State park in Oklahoma, United States

Foss State Park is a 1749 acre Oklahoma state park located on Foss Lake, in southwestern Custer County, Oklahoma, near the city of Foss.

Recreational activities include hiking, biking, horseback riding, fishing, boating, swimming and camping. Facilities include 110 RV campsites, 10 of which have full-hookups and 100 that are semi-modern. All sites are paved and offer 30 amp or 50 amp service plus water. Big rig sites, shaded sites and 35 tent sites are also available. Foss State Park has an equestrian camp with a multi-purpose trail for horseback riding, hiking and mountain biking. Horse rental is not available. The park also features picnic areas, group picnic shelters, grills, fire rings, comfort stations with showers, lighted boat ramps, boat storage, boat rentals, playgrounds, swimming beach and a seasonal marina.

==Fees==
To help fund a backlog of deferred maintenance and park improvements, the state implemented an entrance fee for this park and 21 others effective June 15, 2020. The fees, charged per vehicle, start at $10 per day for a single-day or $8 for residents with an Oklahoma license plate or Oklahoma tribal plate. Fees are waived for honorably discharged veterans and Oklahoma residents age 62 & older and their spouses. Passes good for three days or a week are also available; annual passes good at all 22 state parks charging fees are offered at a cost of $75 for out-of-state visitors or $60 for Oklahoma residents.
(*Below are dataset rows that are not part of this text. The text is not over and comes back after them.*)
"""The report as an editable Word document (python-docx): real headings (Heading 1 to 3, so Word's
navigation pane and table of contents work), real tables with a header row repeated on every page,
charts as PNG pictures, landscape sections for wide tables, and "Page n of N" in the footer.

The consultant writes around it: nothing is a text box or an image of text. Every text is the
document's own (user text included) written as plain runs; characters XML cannot hold are dropped.
"""

from __future__ import annotations

import io
import re
from pathlib import Path

from tracescreen.report.document import Bullets, Document, Figure, Heading, Paragraph, Table, column_parts

_NOT_XML = re.compile("[\x00-\x08\x0b\x0c\x0e-\x1f\ufffe\uffff]")
CAUTION_FILL = "FFF7ED"
HEADER_FILL = "F0F2F4"


def clean(text) -> str:
    """Text Word can hold (control characters other than tab and newline dropped)."""
    return _NOT_XML.sub("", str(text))


def _shade(cell, fill: str) -> None:
    from docx.oxml import OxmlElement
    from docx.oxml.ns import qn

    shd = OxmlElement("w:shd")
    shd.set(qn("w:val"), "clear")
    shd.set(qn("w:color"), "auto")
    shd.set(qn("w:fill"), fill)
    cell._tc.get_or_add_tcPr().append(shd)


def _repeat_header(row) -> None:
    from docx.oxml import OxmlElement
    from docx.oxml.ns import qn

    el = OxmlElement("w:tblHeader")
    el.set(qn("w:val"), "true")
    row._tr.get_or_add_trPr().append(el)


def _field(paragraph, code: str) -> None:
    """A Word field (PAGE, NUMPAGES) in a paragraph."""
    from docx.oxml import OxmlElement
    from docx.oxml.ns import qn

    run = paragraph.add_run()
    for kind, text in (("begin", None), (None, code), ("end", None)):
        if kind:
            el = OxmlElement("w:fldChar")
            el.set(qn("w:fldCharType"), kind)
        else:
            el = OxmlElement("w:instrText")
            el.set(qn("xml:space"), "preserve")
            el.text = text
        run._r.append(el)


def _footer(section) -> None:
    from docx.shared import Pt

    p = section.footer.paragraphs[0]
    p.text = ""
    run = p.add_run("tracescreen site summary: a screening aid, not a compliance decision.   Page ")
    _field(p, "PAGE")
    p.add_run(" of ")
    _field(p, "NUMPAGES")
    for r in p.runs:
        r.font.size = Pt(8)
    run.font.size = Pt(8)


def _table(doc, t: Table) -> None:
    from docx.shared import Pt

    parts = column_parts(t)
    for i, frame in enumerate(parts):
        caption = t.caption + (f" (columns, part {i + 1} of {len(parts)})" if len(parts) > 1 else "")
        if caption.strip():
            doc.add_paragraph(clean(caption.strip()), style="Caption")
        table = doc.add_table(rows=1, cols=frame.shape[1])
        table.style = "Table Grid"
        head = table.rows[0]
        _repeat_header(head)
        for cell, name in zip(head.cells, frame.columns):
            cell.text = clean(name)
            _shade(cell, HEADER_FILL)
            cell.paragraphs[0].runs[0].font.bold = True
        for values in frame.astype(str).itertuples(index=False, name=None):
            for cell, v in zip(table.add_row().cells, values):
                cell.text = clean(v)
        for row in table.rows:
            for cell in row.cells:
                for r in cell.paragraphs[0].runs:
                    r.font.size = Pt(7.5)
    if t.more:
        doc.add_paragraph(clean(t.more))


def _block(doc, b, width_cm: float) -> None:
    from docx.shared import Cm

    if isinstance(b, Paragraph):
        if b.style == "caution":
            _caution(doc, b.text)
        else:
            doc.add_paragraph(clean(b.text))
    elif isinstance(b, Bullets):
        for item in b.items:
            doc.add_paragraph(clean(item), style="List Bullet")
    elif isinstance(b, Heading):
        doc.add_heading(clean(b.text), level=3)
    elif isinstance(b, Table):
        _table(doc, b)
    elif isinstance(b, Figure):
        png = b.images.get("png")
        if png is None:
            doc.add_paragraph(clean(f"Chart {b.caption} was not drawn."))
        else:
            doc.add_picture(io.BytesIO(png), width=Cm(min(width_cm, 17.0)))
            doc.add_paragraph(clean(b.caption), style="Caption")


def _caution(doc, text: str) -> None:
    table = doc.add_table(rows=1, cols=1)
    table.style = "Table Grid"
    cell = table.rows[0].cells[0]
    _shade(cell, CAUTION_FILL)
    p = cell.paragraphs[0]
    p.add_run("Caution. ").bold = True
    p.add_run(clean(text))


def _orient(doc, landscape: bool):
    from docx.enum.section import WD_ORIENT, WD_SECTION

    last = doc.sections[-1]
    section = doc.add_section(WD_SECTION.NEW_PAGE)
    want = WD_ORIENT.LANDSCAPE if landscape else WD_ORIENT.PORTRAIT
    if section.orientation != want:
        section.orientation = want
        section.page_width, section.page_height = last.page_height, last.page_width
    return section


def build_docx(doc: Document):
    """The document as a python-docx ``Document`` (charts must be drawn as PNG first)."""
    import docx
    from docx.shared import Cm, Pt

    out = docx.Document()
    first = out.sections[0]
    first.page_width, first.page_height = Cm(21.0), Cm(29.7)
    for s in out.sections:
        s.left_margin = s.right_margin = Cm(1.8)
        s.top_margin = s.bottom_margin = Cm(1.6)
    out.styles["Normal"].font.size = Pt(10)
    out.core_properties.title = clean(doc.cover.title)
    out.core_properties.author = clean(doc.cover.prepared_by)
    _footer(first)
    out.add_heading(clean(doc.cover.title), level=0)
    if doc.cover.rows():
        table = out.add_table(rows=0, cols=2)
        for label, value in doc.cover.rows():
            cells = table.add_row().cells
            cells[0].text, cells[1].text = clean(label), clean(value)
            cells[0].paragraphs[0].runs[0].font.bold = True
    _caution(out, doc.caution)
    out.add_heading("Executive summary", level=1)
    for b in doc.summary:
        _block(out, b, 17.0)
    for number, s in doc.numbered():
        section = _orient(out, s.landscape)
        _footer(section)
        out.add_heading(clean(f"{number} {s.title}"), level=1)
        width = 24.0 if s.landscape else 17.0
        for b in s.blocks:
            _block(out, b, width)
    return out


def write_docx(doc: Document, path: str | Path) -> Path:
    """Write the document as a Word file (.docx). Returns the path."""
    p = Path(path)
    p.parent.mkdir(parents=True, exist_ok=True)
    build_docx(doc).save(p)
    return p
The 22 parks are:
- Arrowhead Area at Lake Eufaula State Park
- Beavers Bend State Park
- Boiling Springs State Park
- Cherokee Landing State Park
- Fort Cobb State Park
- Foss State Park
- Honey Creek Area at Grand Lake State Park
- Great Plains State Park
- Great Salt Plains State Park
- Greenleaf State Park
- Keystone State Park
- Lake Eufaula State Park
- Lake Murray State Park
- Lake Texoma State Park
- Lake Thunderbird State Park
- Lake Wister State Park
- Natural Falls State Park
- Osage Hills State Park
- Robbers Cave State Park
- Sequoyah State Park
- Tenkiller State Park
- Twin Bridges Area at Grand Lake State Park

== Foss Reservoir and dam ==

Foss Reservoir was created by the United States Bureau of Reclamation in 1961 by impounding the Washita River. The dam is 142 ft high. The reservoir, with a capacity of 436,812 acre-feet and a surface area of 13141 acre, provides regulation of river flows and municipal supplies for the nearby cities of Clinton, Cordell, Hobart, Butler, and Bessie. Water is conveyed from the reservoir to the project cities through 50 mi of aqueducts and laterals.